6. Technical Oddities & Attribution Notes
[17:52]
- Malware uses two-layer decoding: base64 and base85; base85 is rare in malware, previously seen mainly in some Korean-linked attacks.
- OSINT suggests possible ties to Taiwanese threat actors (unusual for this scale of campaign).
- Often, X Worm RAT is delivered in tandem with the info stealer, enabling remote command execution and deeper system compromise.
"...they use a combination of base 64 and base 85, which is quite rare... we got to actors that are Taiwanese in this case, which is also a bit unique."
— Michael Gorlick (17:52)
7. Takeaways & Future Outlook
[20:16]
-
The real threat isn’t just malware innovation, but the evolving and highly effective delivery methods enabled by AI hype.
-
The current environment is reminiscent of the early “exploit kit” era (e.g., 2016), where new vectors abound and defenses struggle to keep pace.
-
Recommendations:
- Be highly skeptical of too-good-to-be-true AI platforms—especially those that don’t require sign-up or push archive downloads.
- Security controls will take time to adapt to these new methods; in the meantime, users and organizations must exercise caution.
- Carefully validate sources before downloading or uploading anything to such sites.
"At this moment I'm kind of not concerned with regard to the super advanced malware.

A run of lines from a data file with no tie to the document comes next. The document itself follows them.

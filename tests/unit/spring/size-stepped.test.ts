import fc from 'fast-check'
import { expect, it } from 'vitest'
import { evaluateCompression, getMaterial, modulusMpa, sizeSpring, totalCoilsFor, type CompressionSizeRequest, type SizingCandidate, type SizingWire } from '#shared/spring'
import { EN_CODES, makeWires } from './springs'
import { oneLoad, twoLoads } from './arbitrary-compression'

const catalogue = makeWires(...EN_CODES)

interface Tried {
  readonly massG: number
  readonly price: number
}

/** A price as a shop makes it: wire by the metre with coil ends in whole coils, batches, and no springs of a wide index. */
function priceOf({ wire, massG, wireLengthMm, meanDiameterMm }: Pick<SizingCandidate, 'wire' | 'massG' | 'wireLengthMm' | 'meanDiameterMm'>): number {
  if (meanDiameterMm / wire.wireDiameterMm > 14) return Number.NaN
  return massG * (3 + wire.wireDiameterMm) + 2 * Math.ceil(massG / 7) + 0.01 * wireLengthMm
}

/** Every spring of whole steps whose loads are within 1 % and whose rate is within 10 %, evaluated as a caller would. */
function tryAll(request: CompressionSizeRequest, wires: readonly SizingWire[], step: number): Tried[] {
  const tried: Tried[] = []
  const [first, second] = request.points
  if (!first) return tried
  for (const wire of wires) {
    const d = wire.wireDiameterMm
    const k = (modulusMpa(getMaterial(wire.material).shearModulus, d) * d ** 4) / 8
    for (let D = Math.ceil((4 * d) / step) * step; D <= 20 * d + 1e-9; D += step) {
      for (let n = 2; n <= Math.min(first.lengthMm, second?.lengthMm ?? Infinity) / d; n += step) {
        const rate = k / (D ** 3 * n)
        let freeLengthMm = first.lengthMm + first.forceN / rate
        if (second) {
          const asked = (second.forceN - first.forceN) / (first.lengthMm - second.lengthMm)
          const error = (rate * (first.lengthMm - second.lengthMm) - (second.forceN - first.forceN)) / (first.forceN + second.forceN)
          if (Math.abs(error) > 0.01 || Math.abs(rate / asked - 1) > 0.1) continue
          freeLengthMm = first.lengthMm + (first.forceN * (1 - error)) / rate
        }
        const { checks, massG, wireLengthMm } = evaluateCompression({
          ...request, material: wire.material, wireDiameterMm: d, meanDiameterMm: D, activeCoils: n, totalCoils: totalCoilsFor(request.ends ?? 'closed-ground', n),
          freeLengthMm, points: request.points.map(({ lengthMm }) => ({ lengthMm })),
        })
        if (checks.some(check => !check.ok && check.severity === 'stop')) continue
        tried.push({ massG, price: priceOf({ wire, massG, wireLengthMm, meanDiameterMm: D }) })
      }
    }
  }
  return tried
}

const least = (values: readonly number[]) => values.reduce((a, b) => (b < a ? b : a), Infinity)

/** Some thicknesses near the one whose spring is asked for. */
const wiresNear = ({ wireDiameterMm: d }: SizingWire) => catalogue.filter(wire => wire.wireDiameterMm > d * 0.85 && wire.wireDiameterMm < d * 1.18 && wire.wireDiameterMm < 6)

it.each([['two loads', twoLoads, 0.5, 60], ['one load', oneLoad, 1, 15]] as const)('finds no cheaper and no lighter spring of %s by trying every step of every wire', (_, arbitrary, step, numRuns) => {
  let found = 0
  fc.assert(fc.property(arbitrary, ({ wire, request }) => {
    // Thinner wire has too few whole half millimetres to compare, thicker ones too many.
    fc.pre(wire.wireDiameterMm >= 1 && wire.wireDiameterMm <= 5)
    const wires = wiresNear(wire)
    const asked = { ...request, coilStep: step, diameterStepMm: step, limit: 1 }
    const tried = tryAll(request, wires, step)
    const lightest = sizeSpring(asked, wires, { explainConflict: false })
    const cheapest = sizeSpring(asked, wires, { objective: priceOf, explainConflict: false })
    expect(lightest.designs.length > 0, 'a spring exists').toBe(tried.length > 0)
    if (tried.length === 0) return
    found++
    expect(lightest.designs[0]?.objectiveValue ?? Number.NaN).toBeCloseTo(least(tried.map(spring => spring.massG)), 8)
    const prices = tried.map(spring => spring.price).filter(price => !Number.isNaN(price))
    expect(cheapest.designs.length).toBe(prices.length > 0 ? 1 : 0)
    if (prices.length > 0) expect(cheapest.designs[0]?.objectiveValue ?? Number.NaN).toBeCloseTo(least(prices), 8)
  }), { numRuns })
  expect(found).toBeGreaterThan(5)
}, 120_000)
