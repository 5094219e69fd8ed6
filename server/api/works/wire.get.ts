import { wireQuerySchema } from '#shared/schemas/works'
import { listWireStock } from '../../services/catalogue/list-stock'

export default defineRoute({ access: ['admin', 'supervisor'], query: wireQuerySchema }, ({ context, query }) => listWireStock(context, query))
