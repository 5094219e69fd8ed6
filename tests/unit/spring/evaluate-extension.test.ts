import fc from 'fast-check'
import { describe, expect, it } from 'vitest'
import { evaluateExtension, shearStressMpa, type ExtensionInput } from '#shared/spring'
import { EvaluateRequestSchema, EvaluateResponseSchema } from '#shared/schemas/spring'
import { HOOK_FORMS } from '#shared/spring/codes'
import { EXTENSION_CHECKS } from '../../../shared/spring/mechanics/extension/checks'
import { bodyLengthMm, hookLengthMm } from '../../../shared/spring/mechanics/extension/hooks'
import { greatestInitialStressMpa, leastInitialStressMpa } from '../../../shared/spring/mechanics/extension/initial-tension'

/** A spring that passes every check: 1.6 mm on 12 mm, 20 coils, 12 N initial tension. */
function makeSpring(overrides: Partial<ExtensionInput> = {}): ExtensionInput {
  return {
    kind: 'extension', material: 'EN10270-1-SH', wireDiameterMm: 1.6, meanDiameterMm: 12, bodyCoils: 20, initialTensionN: 12, hook: { form: 'full-loop' },
    points: [{ lengthMm: 60 }, { lengthMm: 75 }], ...overrides,
  }
}
const failed = (input: ExtensionInput, severity = 'stop') => evaluateExtension(input).checks.filter(c => !c.ok && c.severity === severity).map(c => c.code)

const WIDE_HOOKS: Partial<ExtensionInput> = { method: 'wahl', meanDiameterMm: 8, initialTensionN: 27, hook: { form: 'full-loop', bendRadiusMm: 60, sideBendRadiusMm: 60 } }

/** One change each that breaks a check and no other, and a neighbour of it that breaks none. */
const BROKEN: Readonly<Record<string, { breaks: Partial<ExtensionInput>, holds: Partial<ExtensionInput> }>> = {
  'wire-range': { breaks: { material: 'EN10270-1-SL', wireDiameterMm: 0.9, meanDiameterMm: 7, initialTensionN: 3, points: [] }, holds: { material: 'EN10270-1-SL', wireDiameterMm: 1, meanDiameterMm: 7, initialTensionN: 5, points: [] } },
  'index': { breaks: { meanDiameterMm: 6.3, initialTensionN: 30, points: [] }, holds: { meanDiameterMm: 6.5, initialTensionN: 30, points: [] } },
  'coils': { breaks: { bodyCoils: 2.9, points: [{ forceN: 30 }] }, holds: { bodyCoils: 3, points: [{ forceN: 30 }] } },
  'order': { breaks: { points: [{ lengthMm: 50 }] }, holds: { points: [{ lengthMm: 54.4 }] } },
  'initial-tension': { breaks: { initialTensionN: 18 }, holds: { initialTensionN: 16 } },
  // By the textbook method at index 5 the body (0.45/1.3105 of 2060 MPa, 142.2 N) binds before wide hooks do.
  'stress-working': { breaks: { ...WIDE_HOOKS, points: [{ forceN: 142.5 }] }, holds: { ...WIDE_HOOKS, points: [{ forceN: 142 }] } },
  'stress-hook-bending': { breaks: { points: [{ forceN: 93 }], hook: { form: 'full-loop', sideBendRadiusMm: 60 } }, holds: { points: [{ forceN: 90 }] } },
  'stress-hook-torsion': { breaks: { points: [{ forceN: 86 }], hook: { form: 'full-loop', sideBendRadiusMm: 1.9 } }, holds: { points: [{ forceN: 60 }], hook: { form: 'full-loop', sideBendRadiusMm: 1.9 } } },
  'hook-bend': { breaks: { points: [], hook: { form: 'full-loop', sideBendRadiusMm: 0.7 } }, holds: { points: [], hook: { form: 'full-loop', sideBendRadiusMm: 0.9 } } },
  'fatigue': { breaks: { duty: { cycles: 1e6 }, points: [{ forceN: 14 }, { forceN: 70 }] }, holds: { duty: { cycles: 1e6 }, points: [{ forceN: 14 }, { forceN: 35 }] } },
  'bore': { breaks: { fit: { boreMm: 13.85 } }, holds: { fit: { boreMm: 13.95 } } },
  'rod': { breaks: { fit: { rodMm: 10.15 } }, holds: { fit: { rodMm: 10.05 } } },
  'free-length': { breaks: { fit: { maxFreeLengthMm: 54 } }, holds: { fit: { maxFreeLengthMm: 55 } } },
  'solid-length': { breaks: { fit: { maxSolidLengthMm: 33 } }, holds: { fit: { maxSolidLengthMm: 34 } } },
  'temperature': { breaks: { temperatureC: 101 }, holds: { temperatureC: 100 } },
}

describe('checks of an extension spring', () => {
  it('pass for a sound one, in the agreed shape', () => {
    const evaluation = evaluateExtension(makeSpring())
    expect(failed(makeSpring())).toEqual([])
    expect(failed(makeSpring(), 'caution')).toEqual([])
    expect(EvaluateResponseSchema.parse(evaluation)).toEqual(evaluation)
  })

  it.each(Object.entries(BROKEN))('%s stops a spring that breaks it, and not its neighbour', (code, { breaks, holds }) => {
    expect(failed(makeSpring(breaks))).toEqual([code])
    expect(failed(makeSpring(holds))).toEqual([])
  })

  it('have a broken spring for every check that can stop', () => {
    expect(EXTENSION_CHECKS.map(check => check.code).filter(code => code !== 'surroundings' && code !== 'method').sort()).toEqual(Object.keys(BROKEN).sort())
  })

  it('say what they measure against what, in a sentence', () => {
    for (const check of evaluateExtension(makeSpring({ fit: { boreMm: 20, rodMm: 5, maxFreeLengthMm: 80, maxSolidLengthMm: 60 }, temperatureC: 40, duty: { cycles: 1e6 }, points: [{ forceN: 14 }, { forceN: 30 }] })).checks) {
      expect(check.message).toMatch(/^[A-Z0-9].*\.$/)
      expect(check.value).not.toBeNull()
      expect(check.limit).not.toBeNull()
    }
  })
})

describe('the parts of the answer', () => {
  it('follow from each other', () => {
    const e = evaluateExtension(makeSpring())
    const [p1, p2] = e.points
    expect((p2?.forceN ?? 0) - (p1?.forceN ?? 0)).toBeCloseTo(e.rateNPerMm * 15, 9)
    expect(p1?.forceN).toBeCloseTo(12 + e.rateNPerMm * (60 - e.insideHooksFreeLengthMm), 9)
    expect(e.insideHooksFreeLengthMm).toBeCloseTo(2 * (12 - 1.6) + 21 * 1.6, 9)
    expect(e.initialStressMpa).toBeCloseTo(shearStressMpa(12, 12, 1.6), 9)
    expect(e.activeCoils - e.bodyCoils).toBeCloseTo(81_500 / 206_000, 9)
    // At its greatest load one of the three limits is reached and none passed.
    const at = evaluateExtension(makeSpring({ points: [{ forceN: e.greatestForceN ?? 0 }] }))
    const shares = [(at.points[0]?.stressMpa ?? 0) / (at.allowableStressMpa ?? 1), (at.hookBendingStressMpa ?? 0) / (at.hookBendingLimitMpa ?? 1), (at.hookTorsionStressMpa ?? 0) / (at.hookTorsionLimitMpa ?? 1)]
    expect(Math.max(...shares)).toBeCloseTo(1, 9)
  })

  it('take active or body coils alike, and points by length, force or deflection', () => {
    const body = evaluateExtension(makeSpring())
    const active = evaluateExtension(makeSpring({ bodyCoils: undefined, activeCoils: body.activeCoils }))
    expect(active.bodyCoils).toBeCloseTo(20, 9)
    const [point] = body.points
    for (const one of [{ forceN: point?.forceN ?? 0 }, { deflectionMm: point?.deflectionMm ?? 0 }]) expect(evaluateExtension(makeSpring({ points: [one] })).points[0]?.lengthMm).toBeCloseTo(60, 9)
  })

  it.each(HOOK_FORMS)('give %s hooks of the length their form has, and more wire for more hook', (form) => {
    const e = evaluateExtension(makeSpring({ hook: { form }, points: [] }))
    expect(e.hookLengthMm).toBeCloseTo(hookLengthMm(form, 12, 1.6), 9)
    expect(e.insideHooksFreeLengthMm).toBeCloseTo(bodyLengthMm(20, 1.6) + 2 * e.hookLengthMm, 9)
    expect(e.wireLengthMm).toBeGreaterThan(Math.PI * 12 * 20)
    expect(e.assumptions.join(' ')).toContain(form === 'full-loop' ? 'Shigley' : 'common practice')
  })

  it('let a close-wound body double its length within the stress allowed (common practice, no source)', () => {
    const spring = makeSpring({ wireDiameterMm: 1, meanDiameterMm: 10, bodyCoils: 50, initialTensionN: 3, points: [] })
    const { insideHooksFreeLengthMm: L0, bodyLengthMm: body, greatestLengthMm } = evaluateExtension(spring)
    expect(body).toBeCloseTo(51, 9)
    const doubled = { ...spring, points: [{ lengthMm: L0 + body }] }
    expect(failed(doubled)).toEqual([])
    // A coil that opens by d is stressed by G/(pi C^2), beside the initial stress.
    const e = evaluateExtension(doubled)
    expect((e.points[0]?.stressMpa ?? 0) - e.initialStressMpa).toBeCloseTo((81_500 / (Math.PI * 100)) * (51 / e.activeCoils), 6)
    expect(e.points[0]?.utilisation).toBeLessThan(1)
    expect(greatestLengthMm).toBeGreaterThan(L0 + body)
  })

  it('say how much work a hook that breaks lets go of, where a load is given', () => {
    const [first, second] = [{ forceN: 20 }, { forceN: 40 }]
    const e = evaluateExtension(makeSpring({ points: [first, second] }))
    const pull = e.points[1]?.deflectionMm ?? 0
    // The area under the line from the initial tension of 12 N to 40 N.
    const said = e.assumptions.find(text => text.includes('breaks')) ?? ''
    expect(Number(/holds ([\d.]+) J/.exec(said)?.[1]) / ((26 * pull) / 1000)).toBeCloseTo(1, 2)
    expect(evaluateExtension(makeSpring({ points: [] })).assumptions.join(' ')).not.toContain('breaks')
  })

  it('has a sensible tension that narrows and falls with the index (Shigley: 231/exp(0.105 C) +/- 6.9 (4 - (C - 3)/6.5) MPa)', () => {
    expect(greatestInitialStressMpa(8)).toBeCloseTo(231 / Math.exp(0.84) + 6.9 * (4 - 5 / 6.5), 9)
    for (let C = 4; C < 20; C++) {
      expect(greatestInitialStressMpa(C + 1)).toBeLessThan(greatestInitialStressMpa(C))
      expect(leastInitialStressMpa(C)).toBeGreaterThan(0)
      expect(leastInitialStressMpa(C)).toBeLessThan(greatestInitialStressMpa(C))
    }
  })
})

describe('however a spring is made', () => {
  const size = (min: number, max: number) => fc.double({ min, max, noNaN: true })
  const spring = fc.record({ d: size(0.3, 8), w: size(4.5, 18), n: size(4, 60), pull: size(0.1, 2) })
    .map(({ d, w, n, pull }): ExtensionInput => ({ ...makeSpring(), wireDiameterMm: d, meanDiameterMm: d * w, bodyCoils: n, initialTensionN: d * d * 4, points: [{ forceN: d * d * (4 + 20 * pull) }], materialValues: { tensileStrengthMpa: 1800, shearModulusMpa: 81_500, youngsModulusMpa: 206_000, densityKgPerM3: 7850 } }))

  it('scales as its dimensions say: lengths by s, forces by s squared, stress and index not at all, mass by s cubed', () => {
    fc.assert(fc.property(spring, size(0.3, 3), (input, s) => {
      const small = evaluateExtension(input)
      const large = evaluateExtension({
        ...input, wireDiameterMm: input.wireDiameterMm * s, meanDiameterMm: input.meanDiameterMm * s, initialTensionN: input.initialTensionN * s * s,
        points: small.points.map(({ forceN }) => ({ forceN: forceN * s * s })),
      })
      expect(large.rateNPerMm / small.rateNPerMm).toBeCloseTo(s, 9)
      expect(large.insideHooksFreeLengthMm / small.insideHooksFreeLengthMm).toBeCloseTo(s, 9)
      expect(large.massG / small.massG).toBeCloseTo(s ** 3, 6)
      expect((large.points[0]?.stressMpa ?? 0) / (small.points[0]?.stressMpa ?? 1)).toBeCloseTo(1, 9)
      expect((large.hookBendingStressMpa ?? 0) / (small.hookBendingStressMpa ?? 1)).toBeCloseTo(1, 9)
    }), { numRuns: 200 })
  })

  it('is softer with more coils and a larger diameter, stiffer with thicker wire', () => {
    fc.assert(fc.property(spring, (input) => {
      const rate = (change: Partial<ExtensionInput>) => evaluateExtension({ ...input, ...change }).rateNPerMm
      const here = rate({})
      expect(rate({ bodyCoils: (input.bodyCoils ?? 0) * 1.1 })).toBeLessThan(here)
      expect(rate({ meanDiameterMm: input.meanDiameterMm * 1.1 }) / here).toBeCloseTo(1.1 ** -3, 9)
      expect(rate({ wireDiameterMm: input.wireDiameterMm * 1.1 }) / here).toBeCloseTo(1.1 ** 4, 9)
    }), { numRuns: 200 })
  })

  it('is answered in the agreed shape, whatever the schema lets in', () => {
    let parsed = 0
    const odd = fc.record({
      wireDiameterMm: size(0.01, 100), meanDiameterMm: size(0.02, 5000), bodyCoils: size(0.1, 1000), initialTensionN: size(0, 1e6), hook: fc.record({ form: fc.constantFrom(...HOOK_FORMS) }),
      duty: fc.record({ cycles: size(0, 1e12) }), points: fc.array(fc.oneof(fc.record({ lengthMm: size(0.01, 20_000) }), fc.record({ forceN: size(0.0001, 1e7) }), fc.record({ deflectionMm: size(0, 20_000) })), { maxLength: 6 }),
    })
    fc.assert(fc.property(odd, (body) => {
      const input = EvaluateRequestSchema.safeParse({ kind: 'extension', material: 'ASTM-B159', ...body })
      if (!input.success || input.data.kind !== 'extension') return
      parsed++
      expect(EvaluateResponseSchema.safeParse(evaluateExtension(input.data)).error).toBeUndefined()
    }), { numRuns: 500 })
    expect(parsed).toBeGreaterThan(200)
  })
})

I'm more concerned of the delivery techniques... it will take a year or two until security controls will adapt to this new delivery risk."
— Michael Gorlick (20:16)
Notable Quotes
-
"You get to the point where, hey, I don't know if it's legitimate or not and I don't have anyone to trust."
— Michael Gorlick (07:15) -
"The real threat isn’t just malware innovation, but the evolving and highly effective delivery methods enabled by AI hype."
— Summed from Michael Gorlick’s remarks (20:16)
Key Timestamps
- [02:19] – Discovery and investigation
- [03:15] – Noodle File Stealer technical details
- [04:11] – Delivery techniques & social engineering
- [07:15] – Fake AI platform tactics on social media
- [13:11] – Victim infection path
- [15:32] – Detection and mitigation challenges
- [17:52] – Malware decoding methods and actor attribution
- [20:16] – High-level takeaways and user advice
Conclusion
The Noodle File Stealer campaign signals a critical evolution in how cybercriminals harness AI trends to conduct sophisticated, large-scale social engineering. With legitimate-seeming platforms and advanced evasion tactics, classic heuristic markers (like SSL certificates and social reputations) no longer differentiate friend from foe. Until security controls evolve, heightened caution is essential for both individuals and organizations engaging with new AI platforms.